There are two key python shortcuts we can use to improve our ability to interact with files in Python. The first is using a _for_ loop to iterate over each the lines in the file. Python recognizes an open file just like a list with each item being a new line in the file. Using this, we still need to open and close the file manually before interacting with it.

In [24]:
# We can use built-in Python functionality to read files sequentially using a for loop structure
opened_file = open('test.txt', 'r')

# For each new line in the opened file, perform some operation (in this case print)
for line in opened_file:
    print(line)
    
# Close file as we are done operating on it
opened_file.close()

1000200020002000

2000

2000

2000

2000



### Automatically Closing files using a With structure

The with structure temporarily defines a variable to be used with an indentation block. Conveniently, Python knows when that variable is a file object and can close the file automatically after exiting the indentation block. This allows us to never forget to close a file after operating on it by using a with structure.

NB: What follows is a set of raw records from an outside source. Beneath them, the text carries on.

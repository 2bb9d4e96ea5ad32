import { type DynamicModule, Module } from '@nestjs/common';
import { DemoModule } from './demo/demo.module.ts';
import { FilesModule } from './files/files.module.ts';
import { PeopleModule } from './people/people.module.ts';
import { PlacesModule } from './places/places.module.ts';
import { AuthModule } from './platform/auth/auth.module.ts';
import type { Config } from './platform/config/config.ts';
import { HttpModule } from './platform/http/http.module.ts';
import { MailModule } from './platform/mail/mail.module.ts';
import { LiveModule } from './platform/realtime/live.module.ts';
import { PlatformModule } from './platform/platform.module.ts';
import { StorageModule } from './platform/storage/storage.module.ts';
import { TalkModule } from './talk/talk.module.ts';

/** Features, one line each. */
const features: NonNullable<DynamicModule['imports']> = [
  PeopleModule,
  PlacesModule,
  FilesModule,
  TalkModule,
  DemoModule,
];

@Module({})
export class AppModule {
  static register(config: Config): DynamicModule {
    return {
      module: AppModule,
      imports: [
        PlatformModule.register(config),
        HttpModule,
        AuthModule,
        MailModule,
        StorageModule,
        LiveModule,
        ...features,
      ],
    };
  }
}
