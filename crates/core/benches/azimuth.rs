//! Windows of one reflection, *freest* for ten thousand, and a million nodes at a given azimuth on the six-circle.
//!
//! `cargo bench -p ringwright-core --bench azimuth`. The last two are run once and timed as a whole; the second is beside
//! *bisecting* on the Eulerian machine in the same run, and the ratio is printed.
#![allow(missing_docs, clippy::unwrap_used, clippy::print_stdout)]

use std::time::Instant;

use criterion::Criterion;
use nalgebra::{Matrix3, Rotation3};
use ringwright_core::aim::{CrystalOnHead, Preference, Reference, Rule};
use ringwright_core::crystal::{AbsentNodes, DRange, NodesOutcome, SpaceGroup, SymmetryQuery, UnitCell, nodes};
use ringwright_core::frames::{Hkl, Vector};
use ringwright_core::instrument::{Instrument, built_in_machine};
use ringwright_core::pace::Unhurried;
use ringwright_core::reach::{AzimuthFamily, Judge, ReachTable, Wanted};

const WAVELENGTH_ANGSTROM: f64 = 0.71;

fn rules(texts: &[&str]) -> Vec<Rule> {
    texts.iter().map(|text| ron::from_str(text).unwrap()).collect()
}

fn ub(cell: &UnitCell) -> Matrix3<f64> {
    let turn = Rotation3::from_euler_angles(0.87, 0.35, 0.61);
    turn.matrix() * cell.b_matrix()
}

fn wanted(cell: &UnitCell, d_min: f64, at_most: usize) -> Wanted {
    let group = SpaceGroup::resolve(&SymmetryQuery::Number(1), cell).unwrap();
    let range = DRange::down_to(d_min).unwrap();
    let NodesOutcome::Complete(columns) = nodes(cell, &group, range, AbsentNodes::Keep, &Unhurried).unwrap() else {
        unreachable!("nobody said no")
    };
    let hkl: Vec<Hkl> = columns.hkl.iter().take(at_most).map(|&hkl| Hkl::from(hkl)).collect();
    Wanted { absent: vec![None; hkl.len()], hkl }
}

fn seconds(instrument: &Instrument, rules: &[Rule], cell: &UnitCell, wanted: &Wanted) -> f64 {
    let crystal = CrystalOnHead { ub: ub(cell), surface: None };
    let judge = Judge::for_crystal(instrument, rules, &Preference::default(), &crystal).unwrap();
    let mut all: Vec<f64> = (0..3)
        .map(|_| {
            let start = Instant::now();
            let table = ReachTable::judge(
                wanted.clone(),
                &crystal.ub,
                WAVELENGTH_ANGSTROM,
                &judge,
                instrument.axis_count(),
                &Unhurried,
            );
            assert!(table.unwrap().counts()[0] > 0);
            start.elapsed().as_secs_f64()
        })
        .collect();
    all.sort_by(f64::total_cmp);
    all[1]
}

fn main() {
    const FREEST: &str = "Freest(reference: Direct(u: 0, v: 0, w: 1))";
    let reference: Reference = ron::from_str("Direct(u: 0, v: 0, w: 1)").unwrap();
    let cell = UnitCell::new(30.0, 30.0, 30.0, 90.0, 90.0, 90.0).unwrap();
    let six = rules(&[FREEST, r#"Hold(axis: "mu", at_deg: 0)"#, r#"Hold(axis: "nu", at_deg: 0)"#]);
    let mut criterion = Criterion::default().configure_from_args().sample_size(30);
    for (machine, rules) in [
        ("eulerian-four-circle", rules(&[FREEST])),
        ("kappa-four-circle", rules(&[FREEST])),
        ("six-circle", six.clone()),
    ] {
        let instrument = built_in_machine(machine).unwrap();
        let crystal = CrystalOnHead { ub: ub(&cell), surface: None };
        let judge = Judge::for_crystal(&instrument, &rules, &Preference::default(), &crystal).unwrap();
        let family = AzimuthFamily::new(&instrument, &rules, &crystal, &reference).unwrap();
        let mut i = 0;
        criterion.bench_function(&format!("windows of one reflection, {machine}"), |b| {
            b.iter(|| {
                i = (i + 7) % 40;
                let node = Vector::from_raw(crystal.ub * Hkl::from([3 + i, 17 - i, 9]).to_vector());
                family.windows(&judge, node, WAVELENGTH_ANGSTROM)
            });
        });
        let ten_thousand = wanted(&cell, 1.5, 10_000);
        let taken = seconds(&instrument, &rules, &cell, &ten_thousand);
        println!("freest, {machine}: {taken:.2} s for {} reflections", ten_thousand.hkl.len());
    }
    let million = wanted(&cell, 0.48, usize::MAX);
    let eulerian = built_in_machine("eulerian-four-circle").unwrap();
    let bisecting = seconds(&eulerian, &rules(&["Bisecting"]), &cell, &million);
    let azimuth = rules(&[
        r#"Azimuth(reference: Direct(u: 0, v: 0, w: 1), at_deg: 40)"#,
        r#"Hold(axis: "mu", at_deg: 0)"#,
        r#"Hold(axis: "nu", at_deg: 0)"#,
    ]);
    let six_circle = seconds(&built_in_machine("six-circle").unwrap(), &azimuth, &cell, &million);
    println!(
        "azimuth at 40° on the six-circle: {six_circle:.3} s for {} nodes; bisecting on the Eulerian machine {bisecting:.3} s, ratio {:.2}",
        million.hkl.len(),
        six_circle / bisecting
    );
    criterion.final_summary();
}
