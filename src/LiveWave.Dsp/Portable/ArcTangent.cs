namespace LiveWave.Dsp;

/// <summary>Two-argument arc tangent behind <see cref="Portable"/>.</summary>
/// <remarks>
/// In the first octant atan(b/a) = atan(c) + atan((b − c·a)/(a + c·b)) with c the nearest eighth: the second term is at most
/// atan(1/15) and needs a short series. The other octants follow by reflection, the first term and all corrections kept apart.
/// </remarks>
internal static class ArcTangent
{
    private const double Pi = 3.141592653589793;
    private const double PiRest = 1.2246467991473532e-16;
    private const double HalfPi = 1.5707963267948966;
    private const double HalfPiRest = 6.123233995736766e-17;

    /// <summary>atan(k/8), k = 0 … 8, as the nearest double.</summary>
    private static ReadOnlySpan<double> Eighths =>
    [
        0, 0.12435499454676144, 0.24497866312686414, 0.35877067027057225, 0.4636476090008061,
        0.5585993153435624, 0.6435011087932844, 0.7188299996216245, 0.7853981633974483,
    ];

    /// <summary>What <see cref="Eighths"/> leave.</summary>
    private static ReadOnlySpan<double> EighthsRest =>
    [
        0, -3.1253241424539383e-18, 1.0698755618734451e-17, -2.4623815582638635e-17, 2.2698777452961687e-17,
        -5.4556305485916264e-18, 1.5834785051444286e-17, -2.1478388444456983e-17, 3.061616997868383e-17,
    ];

    public static double Of(double y, double x)
    {
        if (double.IsNaN(x) || double.IsNaN(y)) return double.NaN;

        var (right, up) = Scaled(Math.Abs(x), Math.Abs(y));
        var steep = up > right;
        var high = steep ? FirstOctant(right, up, out var low) : FirstOctant(up, right, out low);
        if (steep) high = Reflect(HalfPi, HalfPiRest, high, ref low);
        if (double.IsNegative(x)) high = Reflect(Pi, PiRest, high, ref low);
        return Math.CopySign(high + low, y);
    }

    /// <summary>Same angle, away from overflow, underflow and infinity.</summary>
    private static (double Right, double Up) Scaled(double right, double up)
    {
        var longer = Math.Max(right, up);
        if (double.IsPositiveInfinity(longer)) return (right == longer ? 1 : 0, up == longer ? 1 : 0);
        if (longer > PowerOfTwo.Of(1000)) return (right * 0.25, up * 0.25);
        return longer < PowerOfTwo.Of(-900) ? (right * PowerOfTwo.Of(200), up * PowerOfTwo.Of(200)) : (right, up);
    }

    /// <summary>atan(shorter/longer) as a sum, 0 to π/4.</summary>
    private static double FirstOctant(double shorter, double longer, out double low)
    {
        if (shorter == 0)
        {
            low = 0;
            return 0;
        }

        var k = (int)Math.Round(shorter / longer * 8);
        var c = k * 0.125;
        var t = (shorter - (c * longer)) / (longer + (c * shorter));
        low = t + ((t * Series(t * t)) + EighthsRest[k]);
        return Eighths[k];
    }

    /// <summary>from − (high + low), again as a sum.</summary>
    private static double Reflect(double from, double fromRest, double high, ref double low)
    {
        var difference = from - high;
        low = ((from - difference) - high) + (fromRest - low);
        return difference;
    }

    /// <summary>atan(t)/t − 1 to t¹⁴, t² up to 1/225; what is cut off is below 1e-19.</summary>
    private static double Series(double z)
    {
        const double C3 = -1.0 / 3;
        const double C5 = 1.0 / 5;
        const double C7 = -1.0 / 7;
        const double C9 = 1.0 / 9;
        const double C11 = -1.0 / 11;
        const double C13 = 1.0 / 13;
        const double C15 = -1.0 / 15;

        return z * (C3 + (z * (C5 + (z * (C7 + (z * (C9 + (z * (C11 + (z * (C13 + (z * C15))))))))))));
    }
}
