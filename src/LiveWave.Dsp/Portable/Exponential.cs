namespace LiveWave.Dsp;

/// <summary>Exponential and natural logarithm behind <see cref="Portable"/>.</summary>
internal static class Exponential
{
    // ln 2 in 32 bits, whose products with any exponent are exact, and a rest
    private const double Log2High = 0.6931471803691238;
    private const double Log2Rest = 1.9082149292705877e-10;
    private const double OneOverLog2 = 1.4426950408889634;

    private const double Overflow = 709.782712893384;
    private const double Underflow = -745.1332191019412;

    /// <summary>x = k·ln 2 + r, |r| up to ln 2 / 2; eˣ = 2ᵏ·eʳ, eʳ as Taylor series to r¹⁴.</summary>
    public static double Exp(double x)
    {
        if (double.IsNaN(x)) return x;
        if (x > Overflow) return double.PositiveInfinity;
        if (x < Underflow) return 0;

        var k = Math.Round(x * OneOverLog2);
        var high = x - (k * Log2High);
        var rest = k * Log2Rest;
        var r = high - rest;
        rest = (high - r) - rest;
        var value = 1 + (r + (rest + (r * r * SeriesAfterSecond(r))));

        // In two factors, since 2ᵏ alone may leave the range; only a subnormal result is rounded once more.
        var half = (int)k / 2;
        return value * PowerOfTwo.Of(half) * PowerOfTwo.Of((int)k - half);
    }

    /// <summary>x = m·2ᵏ, √½ &lt; m ≤ √2; ln m = f − f²/2 + s·(f²/2 + R), f = m − 1, s = f/(2 + f), R = 2s²/3 + 2s⁴/5 + …</summary>
    public static double Log(double x)
    {
        const double SquareRootOfTwo = 1.4142135623730951;
        if (double.IsNaN(x) || x < 0) return double.NaN;
        if (x == 0) return double.NegativeInfinity;
        if (double.IsPositiveInfinity(x)) return x;

        var k = 0;
        if (x < PowerOfTwo.Of(-1022))
        {
            x *= PowerOfTwo.Of(54);
            k = -54;
        }

        var bits = BitConverter.DoubleToInt64Bits(x);
        k += (int)(bits >> 52) - 1023;
        var m = BitConverter.Int64BitsToDouble((bits & 0xFFFFFFFFFFFFF) | 0x3FF0000000000000);
        if (m > SquareRootOfTwo)
        {
            m *= 0.5;
            k++;
        }

        var f = m - 1;
        var s = f / (2 + f);
        var halfSquare = 0.5 * f * f;
        var curved = s * (halfSquare + AreaSeries(s * s));
        return (k * Log2High) - ((halfSquare - (curved + (k * Log2Rest))) - f);
    }

    /// <summary>(eʳ − 1 − r)/r², |r| up to 0.35; what is cut off is below 1e-17 of the whole.</summary>
    private static double SeriesAfterSecond(double r)
    {
        const double C3 = 1.0 / 6;
        const double C4 = 1.0 / 24;
        const double C5 = 1.0 / 120;
        const double C6 = 1.0 / 720;
        const double C7 = 1.0 / 5040;
        const double C8 = 1.0 / 40320;
        const double C9 = 1.0 / 362880;
        const double C10 = 1.0 / 3628800;
        const double C11 = 1.0 / 39916800;
        const double C12 = 1.0 / 479001600;
        const double C13 = 1.0 / 6227020800;
        const double C14 = 1.0 / 87178291200;

        var upper = C9 + (r * (C10 + (r * (C11 + (r * (C12 + (r * (C13 + (r * C14)))))))));
        return 0.5 + (r * (C3 + (r * (C4 + (r * (C5 + (r * (C6 + (r * (C7 + (r * (C8 + (r * upper)))))))))))));
    }

    /// <summary>2z/3 + 2z²/5 + … + 2z¹¹/23, z = s² up to 0.0295; what is cut off is below 1e-18.</summary>
    private static double AreaSeries(double z)
    {
        const double C1 = 2.0 / 3;
        const double C2 = 2.0 / 5;
        const double C3 = 2.0 / 7;
        const double C4 = 2.0 / 9;
        const double C5 = 2.0 / 11;
        const double C6 = 2.0 / 13;
        const double C7 = 2.0 / 15;
        const double C8 = 2.0 / 17;
        const double C9 = 2.0 / 19;
        const double C10 = 2.0 / 21;
        const double C11 = 2.0 / 23;

        var upper = C7 + (z * (C8 + (z * (C9 + (z * (C10 + (z * C11)))))));
        return z * (C1 + (z * (C2 + (z * (C3 + (z * (C4 + (z * (C5 + (z * (C6 + (z * upper))))))))))));
    }
}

The _with_ structure may not apply to every problem, but it can be convenient in may contexts.

In [30]:
# We can use one more Python trick to automatically 
# close the file once we are done using the "with" command

with open('test.txt', 'r') as opened_file:
    for line in opened_file:
        print(int(line))
        
# If I try to operate with the file outside of the identation block, I get an error
#opened_file.read()

1000200020002000
2000
2000
2000
2000


ValueError: I/O operation on closed file.